If the reducer task fetches more data than allowed, it will write it into a temporary file. If there is a too big network communication overhead, the fetcher will stop the reading and resume it when it will need the next shuffle block file - the fetching is based on multiple iterators - there are multiple iterators wrapping the initial ShuffleBlockFetcherIterator. Some of them has an important role in the execution, like the InterruptibleIterators used with the speculative execution, some of them seem to be only used in the RDD API because Apache Spark SQL doesn't set the ordering and aggregation values of the ShuffleDependency.

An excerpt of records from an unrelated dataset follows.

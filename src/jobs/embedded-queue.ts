import { EventEmitter } from 'node:events';
import { pathToFileURL } from 'node:url';
import { Worker } from 'node:worker_threads';
import type { Logger } from 'pino';
import { cancelUnstarted } from './cancel-unstarted.js';
import { entryFile } from './entry-file.js';
import type { JobQueue, QueueCounts, QueueEvent } from './queue.js';
import { errorOf } from './task-runner.js';
import type { TaskStore } from './task-store.js';
import { isFinal, TASK_KINDS, taskKey, type TaskRef } from './task.js';
import type { TaskThreadData, TaskThreadMessage } from './task-thread.js';

export interface EmbeddedQueueOptions {
  store: TaskStore;
  /** Tasks run at once (one worker thread each). */
  concurrency: number;
  maxAttempts: number;
  computeThreads: number;
  checkpointEveryMs: number;
  /** Bytes a selection may hold in copies of its rows (SelectContext.memoryBudgetBytes); unset: no limit. */
  memoryBudgetBytes?: number;
  /** Folder of the embedding models. Default ./models. */
  modelsDir?: string;
  /** Rows per shard of a selection's full passes, run on the other threads (with concurrency ≥ 2); 0: no shards. */
  passShardRows?: number;
  /** First retry delay; doubles per attempt. Default 1000 ms. */
  backoffMs?: number;
  log: Logger;
}

interface Running {
  ref: TaskRef;
  worker: Worker;
  done: Promise<void>;
}

/**
 * The queue when no Redis is configured: tasks run in worker threads of this process, one thread
 * per running task, and the queue's only state is the tasks' state.json files. So `start()` after
 * a restart (or a crash) finds every task still queued or running and runs it again; a selection
 * resumes from its last checkpoint.
 */
export class EmbeddedQueue implements JobQueue {
  readonly mode = 'embedded' as const;
  private readonly waiting: TaskRef[] = [];
  private readonly running = new Map<string, Running>();
  private readonly delayed = new Map<string, NodeJS.Timeout>();
  /** Parents waiting for their children: parent key → the children not finished yet. */
  private readonly blocked = new Map<string, { ref: TaskRef; pending: Set<string> }>();
  private readonly attempts = new Map<string, number>();
  private readonly events = new EventEmitter();
  private closing = false;

  constructor(private readonly o: EmbeddedQueueOptions) {
    this.events.setMaxListeners(0);
  }

  /** Picks up every task a previous process left queued or running, oldest first. */
  async start(): Promise<void> {
    const found: Array<{ ref: TaskRef; createdAt: string; attempt: number }> = [];
    for (const tenant of await this.o.store.tenants()) {
      for (const kind of TASK_KINDS) {
        for (const id of await this.o.store.list(tenant, kind)) {
          const ref = { kind, tenant, id };
          try {
            const [state, spec] = await Promise.all([this.o.store.readState(ref), this.o.store.readSpec(ref)]);
            if (!isFinal(state.status)) found.push({ ref, createdAt: spec.createdAt, attempt: state.attempt });
          } catch {
            // A folder being deleted right now: nothing to resume.
          }
        }
      }
    }
    found.sort((a, b) => a.createdAt.localeCompare(b.createdAt));
    for (const f of found) {
      // A task found running was interrupted by the stop: the same attempt goes on.
      this.attempts.set(taskKey(f.ref), Math.max(f.attempt - 1, 0));
      this.waiting.push(f.ref);
    }
    if (found.length) this.o.log.info({ tasks: found.length }, 'resuming tasks left by the previous run');
    this.pump();
  }

  async enqueue(ref: TaskRef, children: TaskRef[] = []): Promise<void> {
    const key = taskKey(ref);
    if (this.closing || this.known(key)) return;
    const pending = new Set<string>();
    for (const child of children) {
      await this.enqueue(child);
      if (this.known(taskKey(child))) pending.add(taskKey(child));
    }
    if (pending.size) {
      this.blocked.set(key, { ref, pending });
      return;
    }
    this.waiting.push(ref);
    this.pump();
  }

  private known(key: string): boolean {
    return this.running.has(key) || this.delayed.has(key) || this.blocked.has(key) || this.waiting.some((r) => taskKey(r) === key);
  }

  /** A task has finished (any outcome): parents waiting only for it may start. */
  private release(key: string): void {
    for (const [parentKey, b] of this.blocked) {
      if (!b.pending.delete(key) || b.pending.size) continue;
      this.blocked.delete(parentKey);
      this.waiting.push(b.ref);
    }
    this.pump();
  }

  /** Drops spawned tasks that have not started (their spawner removes their folders). */
  private withdraw(refs: TaskRef[]): void {
    const keys = new Set(refs.map(taskKey));
    for (let i = this.waiting.length - 1; i >= 0; i--) if (keys.has(taskKey(this.waiting[i]))) this.waiting.splice(i, 1);
  }

  async cancel(ref: TaskRef): Promise<void> {
    const key = taskKey(ref);
    const at = this.waiting.findIndex((r) => taskKey(r) === key);
    const timer = this.delayed.get(key);
    if (timer) {
      clearTimeout(timer);
      this.delayed.delete(key);
    }
    const parked = this.blocked.get(key);
    if (parked) this.blocked.delete(key);
    if (at >= 0 || timer || parked) {
      if (at >= 0) this.waiting.splice(at, 1);
      await this.finishUnstarted(ref);
      this.release(key);
    }
    // A running task sees the cancel marker within a fraction of a second.
  }

  subscribe(listener: (e: QueueEvent) => void): () => void {
    this.events.on('state', listener);
    return () => this.events.off('state', listener);
  }

  async counts(): Promise<QueueCounts> {
    return { waiting: this.waiting.length + this.delayed.size + this.blocked.size, active: this.running.size };
  }

  async ready(): Promise<boolean> {
    return !this.closing;
  }

  async close(graceMs: number): Promise<void> {
    this.closing = true;
    this.waiting.length = 0;
    this.blocked.clear();
    for (const t of this.delayed.values()) clearTimeout(t);
    this.delayed.clear();
    const all = Promise.all([...this.running.values()].map((r) => r.done));
    const timeout = new Promise<'timeout'>((res) => setTimeout(() => res('timeout'), graceMs).unref());
    if ((await Promise.race([all.then(() => 'done' as const), timeout])) === 'timeout') {
      for (const r of this.running.values()) r.worker.postMessage('shutdown');
      // Stopping takes one descent step or one read block; after that, force it.
      const forced = new Promise<void>((res) => setTimeout(res, 10_000).unref());
      await Promise.race([all, forced]);
      await Promise.all([...this.running.values()].map((r) => r.worker.terminate()));
    }
  }

  private async finishUnstarted(ref: TaskRef): Promise<void> {
    const state = await cancelUnstarted(this.o.store, ref);
    if (state) this.events.emit('state', { ref, state });
  }

  private pump(): void {
    while (!this.closing && this.running.size < this.o.concurrency && this.waiting.length) {
      const ref = this.waiting.shift()!;
      this.launch(ref);
    }
  }

  private launch(ref: TaskRef): void {
    const key = taskKey(ref);
    const attempt = (this.attempts.get(key) ?? 0) + 1;
    this.attempts.set(key, attempt);
    const entry = entryFile(import.meta.url, 'task-thread');
    const data: TaskThreadData = {
      dataDir: this.o.store.dataDir,
      ref,
      attempt,
      maxAttempts: this.o.maxAttempts,
      computeThreads: this.o.computeThreads,
      checkpointEveryMs: this.o.checkpointEveryMs,
      memoryBudgetBytes: this.o.memoryBudgetBytes,
      modelsDir: this.o.modelsDir,
      passShardRows: this.o.passShardRows ?? 0,
      canSpawn: this.o.concurrency > 1,
      logLevel: this.o.log.level,
    };
    const worker = entry.execArgv.length
      ? // From sources: the tsx loader is registered inside the thread before the entry is imported.
        new Worker(`import('tsx/esm/api').then((m) => { m.register(); return import(${JSON.stringify(pathToFileURL(entry.path).href)}); })`, { eval: true, workerData: data })
      : new Worker(entry.path, { workerData: data });
    let outcome: string | null = null;
    const done = new Promise<void>((resolve) => {
      worker.on('message', (m: TaskThreadMessage) => {
        if (m.type === 'state') this.events.emit('state', { ref, state: m.state });
        else if (m.type === 'spawn') for (const r of m.refs) void this.enqueue(r);
        else if (m.type === 'withdraw') this.withdraw(m.refs);
        else outcome = m.outcome;
      });
      worker.on('error', (err) => this.o.log.error({ task: ref, err }, 'task thread failed'));
      worker.on('exit', () => {
        this.running.delete(key);
        void this.settle(ref, attempt, outcome).finally(() => {
          resolve();
          this.pump();
        });
      });
    });
    this.running.set(key, { ref, worker, done });
  }

  /** After a thread ends: retry with backoff, or record a thread that died without reporting. */
  private async settle(ref: TaskRef, attempt: number, outcome: string | null): Promise<void> {
    const key = taskKey(ref);
    if (outcome === null) {
      // The thread died (out of memory, a native crash) before it could record anything.
      const state = await this.o.store.readState(ref).catch(() => null);
      if (this.closing) return;
      if (!state || isFinal(state.status)) {
        this.attempts.delete(key);
        this.release(key);
        return;
      }
      const error = errorOf(new Error('task thread exited'));
      const last = attempt >= this.o.maxAttempts;
      const next = { ...state, status: last ? ('failed' as const) : ('queued' as const), error, finishedAt: last ? new Date().toISOString() : null, updatedAt: new Date().toISOString() };
      await this.o.store.writeState(ref, next).catch(() => undefined);
      this.events.emit('state', { ref, state: next });
      outcome = last ? 'failed' : 'retry';
    }
    if (outcome === 'retry' && !this.closing) {
      const delay = (this.o.backoffMs ?? 1000) * 2 ** (attempt - 1);
      this.delayed.set(
        key,
        setTimeout(() => {
          this.delayed.delete(key);
          this.waiting.push(ref);
          this.pump();
        }, delay),
      );
      return;
    }
    if (outcome !== 'interrupted') {
      this.attempts.delete(key);
      if (!this.closing) this.release(key);
    }
  }
}
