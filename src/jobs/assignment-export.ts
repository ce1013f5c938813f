import { createReadStream } from 'node:fs';
import { open } from 'node:fs/promises';
import { createInterface } from 'node:readline';
import { CairnError } from '../errors.js';
import { assignmentOffsets } from './assignments.js';

export type AssignmentFormat = 'ndjson' | 'csv';

/** Rows per read of assignments.bin and per yielded text chunk. */
const BLOCK = 8192;

/**
 * Streams every item's nearest representative: id, index, rank and id of the representative, the
 * distance in the selection space, and whether it is a new representative or a fixed item. Reads the dataset's items.jsonl line by line and
 * assignments.bin in blocks, so memory stays small whatever the dataset's size.
 */
export async function* assignmentRows(
  itemsFile: string,
  assignmentsFile: string,
  rows: number,
  representativeIds: readonly string[],
  format: AssignmentFormat,
  fixedIds: readonly string[] = [],
): AsyncGenerator<string> {
  const fh = await open(assignmentsFile, 'r');
  const input = createReadStream(itemsFile, 'utf8');
  const rl = createInterface({ input, crlfDelay: Infinity });
  // The iterator is taken at once: readline emits lines as soon as the file is read, and lines (and
  // the end) emitted before an iterator exists are lost, so iterating after the awaits below could
  // wait for ever on a small file.
  const lines = rl[Symbol.asyncIterator]();
  try {
    if ((await fh.stat()).size !== rows * 8) throw new CairnError('DATASET_STORE_CORRUPT', 'assignments.bin does not match the dataset.');
    if (format === 'csv') yield 'id,index,rank,representative_id,distance,representative_kind\n';
    const rank = Buffer.alloc(BLOCK * 4);
    const dist = Buffer.alloc(BLOCK * 4);
    let i = 0;
    let blockStart = 0;
    let blockCount = 0;
    let out: string[] = [];
    for (let next = await lines.next(); !next.done; next = await lines.next()) {
      const line = next.value;
      if (i >= blockStart + blockCount) {
        if (out.length) yield out.join('');
        out = [];
        blockStart = i;
        blockCount = Math.min(BLOCK, rows - i);
        if (blockCount <= 0) throw new CairnError('DATASET_STORE_CORRUPT', 'items.jsonl has more lines than the dataset has rows.');
        const o = assignmentOffsets(rows, i);
        await fh.read(rank, 0, blockCount * 4, o.rank);
        await fh.read(dist, 0, blockCount * 4, o.distance);
      }
      const id = (JSON.parse(line) as { id: string }).id;
      const r = rank.readInt32LE((i - blockStart) * 4);
      const d = dist.readFloatLE((i - blockStart) * 4);
      // Rank −(j+1): the nearest is fixed item j (an item that counted as a representative already).
      const isFixed = r < 0;
      const repId = isFixed ? fixedIds[-r - 1] : representativeIds[r - 1];
      const kind = isFixed ? 'fixed' : 'new';
      out.push(
        format === 'ndjson'
          ? JSON.stringify({ id, index: i, rank: isFixed ? null : r, representativeId: repId, distance: d, representativeKind: kind }) + '\n'
          : `${csvCell(id)},${i},${isFixed ? '' : r},${csvCell(repId)},${d},${kind}\n`,
      );
      i++;
    }
    if (out.length) yield out.join('');
    if (i !== rows) throw new CairnError('DATASET_STORE_CORRUPT', 'items.jsonl has fewer lines than the dataset has rows.');
  } finally {
    rl.close();
    input.destroy();
    await fh.close();
  }
}

/** RFC 4180 quoting. Ids are written exactly as stored (no spreadsheet formula guard: a pipeline must get its ids back unchanged). */
export function csvCell(value: string): string {
  return /[",\n\r]/.test(value) ? `"${value.replace(/"/g, '""')}"` : value;
}
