import { existsSync } from 'node:fs';
import { fileURLToPath } from 'node:url';

/**
 * A module file to start in a worker thread or child process, next to the calling module. From the
 * built package that is the .js file; when cairn runs from its TypeScript sources (tests, `tsx`),
 * the .ts file, started with the tsx loader that is a development dependency.
 */
export function entryFile(callerUrl: string, baseName: string): { path: string; execArgv: string[] } {
  const js = fileURLToPath(new URL(`./${baseName}.js`, callerUrl));
  if (existsSync(js)) return { path: js, execArgv: [] };
  const ts = fileURLToPath(new URL(`./${baseName}.ts`, callerUrl));
  if (existsSync(ts)) return { path: ts, execArgv: ['--import', 'tsx'] };
  throw new Error(`cannot find ${baseName}.js or .ts next to ${callerUrl}`);
}
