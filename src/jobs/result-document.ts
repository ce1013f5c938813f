import type { SelectionResult } from '../core/result.js';
import type { ItemLookup, StoredDatasetMeta } from '../data/stored-dataset.js';

/** A selection result as users receive it (CLI output, the API's result): the engine's result with item ids and the dataset's description. */
export type ResultDocument = Omit<SelectionResult, 'representatives' | 'coverage' | 'fixed'> & {
  dataset: { id?: string; source: string; format: string; rows: number; cols: number; sha256: string; droppedNonFinite: number; skippedImages: number };
  representatives: Array<SelectionResult['representatives'][number] & { id: string; label: string | null }>;
  coverage: Omit<SelectionResult['coverage'], 'worstCovered'> & {
    worstCovered: Array<SelectionResult['coverage']['worstCovered'][number] & { id: string }>;
  };
  /** The fixed items with their ids (the engine's `fixed`, plus `id` and the dataset they come from). */
  fixed: Array<NonNullable<SelectionResult['fixed']>[number] & { id: string; datasetId: string }> | null;
  /** Stable re-selection: the earlier job, earlier representatives left out (gone with their dataset), and D² of the same selection without the earlier set. */
  stabilityCost?: { previousJobId: string; droppedPrevious: number; unconstrainedD2: number; ratio: number | null };
  /** Present when the selection ran on a model's embedding of the images (the selection space is then built from it). */
  embedding?: { model: string; modelSha256: string; normalize: boolean; dims: number; computedRowsInThisTask: number; seconds: number };
};

/** The rows a result document names (representatives, worst-covered items): the ids it needs. */
export function rowsNamed(result: SelectionResult): number[] {
  return [...result.representatives.map((r) => r.index), ...result.coverage.worstCovered.map((w) => w.index)];
}

export function resultDocument(
  result: SelectionResult,
  items: ItemLookup,
  meta: StoredDatasetMeta,
  dataset: { id?: string; source: string },
  fixed: { ids: string[]; datasetId: string } | null = null,
): ResultDocument {
  return {
    ...result,
    fixed: result.fixed && fixed ? result.fixed.map((x) => ({ ...x, id: fixed.ids[x.position], datasetId: fixed.datasetId })) : null,
    dataset: {
      ...(dataset.id ? { id: dataset.id } : {}),
      source: dataset.source,
      format: meta.format,
      rows: meta.rows,
      cols: meta.cols,
      sha256: meta.sha256,
      droppedNonFinite: meta.droppedNonFinite,
      skippedImages: meta.skippedImages,
    },
    representatives: result.representatives.map((r) => ({ ...r, id: items.id(r.index), label: items.label(r.index) })),
    coverage: {
      ...result.coverage,
      worstCovered: result.coverage.worstCovered.map((w) => ({ ...w, id: items.id(w.index) })),
    },
  };
}

/** The few numbers a dashboard lists per job (summary.json, kept beside the large result). */
export interface ResultSummary {
  k: number;
  d2: number;
  ratioToRandom: number | null;
  seconds: number;
}

export function resultSummary(doc: ResultDocument): ResultSummary {
  const seconds = Object.values(doc.trace.seconds).reduce((a, b) => a + b, 0);
  return { k: doc.k, d2: doc.discrepancy.value, ratioToRandom: doc.discrepancy.ratioToRandom, seconds };
}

- physical plan instead of ShuffleDependency - instead of ShuffleDependency, Apache Spark creates physical nodes corresponding to the required action. For example, in the group by key + mapGroups operation, it will create a sort node to order the rows by the grouping key, so that they can be consumed by the GroupedIterator.
I hope that thanks to the recent blog posts, the Apache Spark shuffle part has less mysteries, but I also hope you have some questions to share that will maybe help to write the next blog posts of the series!